Karl Marx, when he was living in Highgate, London, was once asked to address a group of theologians. On his arrival, the meeting place was full of tobacco smoke, and Marx remarked, “Theologians always cloud the issues.” When I remind theologians of this, they invariably reply, “Yes, and you in biblical studies always simplify them.” If this be the case, the object we study, the Bible, is certainly not simple.
The first Bibles I ever saw were bound in black covers—Bible black as a poet called it. They stood out, unattractive and somehow odd and strange. They evoked the cromlechs—the large black stones, or megaliths—that dot so many hills in Great Britain. These black stones originally had a religious purpose. They conveyed the sense of awe and mystery and even terror that early Britons felt surrounded them.

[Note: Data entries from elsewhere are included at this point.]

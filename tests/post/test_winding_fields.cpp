// Fields of the windings designers compare: a full-pitch coil against Ampère's law, switched DC
// states, unbalanced two-phase currents.

#include <doctest/doctest.h>

#include <cmath>
#include <numbers>

#include "mesh/build.hpp"
#include "mesh/winding.hpp"
#include "post/gap_field.hpp"
#include "post/sequence.hpp"
#include "post/study.hpp"
#include "solver/phase_fields.hpp"
#include "support/sample_geometry.hpp"
#include "support/winding_spec.hpp"

using namespace tf;

namespace {

constexpr double kPi = std::numbers::pi;

struct Solved {
  mesh::Mesh mesh;
  mesh::Winding winding;
  solver::PhaseFields fields;
};

Solved solve(const mesh::Geometry& g, const mesh::WindingSpec& spec, double mu_iron, double fineness) {
  Solved s{mesh::build(g, mesh::slot_layers(spec), {fineness}), mesh::lay_out(spec, g.stator), {}};
  s.fields = solver::solve_phase_fields(s.mesh, s.winding, {mu_iron, mu_iron, mu_iron});
  return s;
}

}  // namespace

TEST_CASE("a full-pitch coil in a very permeable core: the gap field's harmonics are those of the stepped MMF") {
  // Ampère's law round a path crossing the gap twice: with iron of negligible reluctance the gap
  // field is mu0 F(theta) / g_eff, F the stepped MMF of the coil. One coil of N conductors in slots
  // 1 and 19 of 36 (2 poles, full pitch): F is a square wave whose odd harmonics fall as 1/n; the
  // step spread over the slot opening's angle 2b adds the factor sin(n b)/(n b). (Standard MMF
  // theory, e.g. Pyrhönen et al., Design of Rotating Electrical Machines, 2008, ch. 2; from memory.)
  // Slot openings as narrow as the gap keep the slot-permeance harmonics, which fold order 36 - n
  // of F onto order n, near 1 % of the mean; the narrow gap keeps the curvature correction of the
  // layered solution below 0.03 % up to the 13th.
  mesh::Geometry g = testing::semi_closed_stator();
  g.stator.n_positions = 36;
  g.stator.slot.width = 0.004;
  g.stator.slot.opening_width = 0.0003;
  g.rotor.outer_radius = g.stator.bore_radius - 0.0003;
  mesh::WindingSpec spec;
  spec.n_phases = 1;
  spec.n_poles = 2;
  spec.n_layers = 1;
  spec.explicit_sides = {{1, 1, 0, 1, 20, 0.0}, {19, 1, 0, -1, 20, 0.0}};
  const Solved s = solve(g, spec, 1e5, 1.0);
  const post::GapOperators ops = post::gap_operators(s.mesh, 720, 15);
  const Eigen::MatrixXcd c = post::gap_harmonics(ops, s.fields.potential);
  const double b = std::asin(0.5 * g.stator.slot.opening_width / g.stator.bore_radius);  // half the opening's angle
  auto mmf = [b](int n) { return std::sin(n * b) / (n * b) / n; };
  for (int n : {3, 5, 7, 9, 11, 13}) {
    const double fe = std::abs(c(n, 0)) / std::abs(c(1, 0));
    const double ampere = mmf(n) / mmf(1);
    MESSAGE("order " << n << ": FE " << fe << ", stepped MMF " << ampere);
    CHECK(fe == doctest::Approx(ampere).epsilon(n <= 7 ? 0.01 : 0.02).scale(0));
  }
  for (int n : {2, 4, 6}) CHECK(std::abs(c(n, 0)) < 1e-3 * std::abs(c(1, 0)));  // half-wave symmetry
}

TEST_CASE("two coil pairs switched through four DC states: the axis steps a quarter turn each time") {
  // Common practice for switched-DC stepping fields: with two coil pairs at right angles energised
  // A, B, -A, -B in turn, the field axis of a 2-pole field moves 90° per state, at constant amplitude.
  const mesh::Geometry g = testing::salient_stator();
  const Solved s = solve(g, testing::winding_spec(2, 2, 2, 1, 50), 2000.0, 0.5);
  solver::Supply dc;
  dc.kind = solver::SupplyKind::stepped_dc;
  dc.states = {{1.0, 0.0}, {0.0, 1.0}, {-1.0, 0.0}, {0.0, -1.0}};
  const auto r = post::phase_sweep(s.mesh, s.winding, s.fields, dc, 4, {720, 9});
  REQUIRE(r.steps.size() == 4);
  for (int k = 0; k < 4; ++k) {
    const double step = std::arg(r.steps[(k + 1) % 4].fundamental / r.steps[k].fundamental) * 180 / kPi;
    CHECK(step == doctest::Approx(90.0).epsilon(0.005).scale(0));
  }
  CHECK(r.metrics.amplitude_ripple < 0.005);
  CHECK(r.metrics.peak_ripple < 0.005);
}

TEST_CASE("two-phase winding, currents 90 and 60 degrees apart: backward/forward against symmetrical components") {
  // Balanced (90°): a circular field. 60°: I_f = (I_A + j I_B)/2 and I_b = (I_A - j I_B)/2 give
  // |I_b|/|I_f| = tan 15° = 0.267949, computed by hand from the currents (Fortescue's method).
  const Solved s = solve(testing::semi_closed_stator(), testing::winding_spec(2, 4, 2, 6, 10), 1000.0, 0.5);
  solver::Supply supply;
  supply.kind = solver::SupplyKind::phasors;
  supply.phasors = {std::polar(5.0, 0.0), std::polar(5.0, -kPi / 2)};
  const auto balanced = post::phase_sweep(s.mesh, s.winding, s.fields, supply, 36, {720, 9});
  CHECK(balanced.metrics.backward_forward_ratio < 1e-3);
  CHECK(balanced.metrics.amplitude_ripple < 0.01);
  supply.phasors[1] = std::polar(5.0, -kPi / 3);
  const auto elliptic = post::phase_sweep(s.mesh, s.winding, s.fields, supply, 36, {720, 9});
  CHECK(elliptic.metrics.backward_forward_ratio == doctest::Approx(std::tan(kPi / 12)).epsilon(2e-3).scale(0));
  // The amplitude swings between (f + b) and (f - b): ripple 2b / mean.
  CHECK(elliptic.metrics.amplitude_ripple > 0.4);
}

For thousands of Jews and Christians, the Bible has been, and remains, a sacred, numinous, awesome book. Religious Jews believe that in the Bible the eternal has entered into time, the unseen has taken visible form, the unknown has become apparent, the intangible has become tangible in written documents that we can handle. The Law of God has become incarnate in print. For religious Jews, to read the scriptures, and even to quote from them, is to be put in touch with the divine order of being. That is why in Judaism the study of the Hebrew scriptures is worship. It is more important to study them than to obey them, it is said, because without study you will obey them in the wrong way.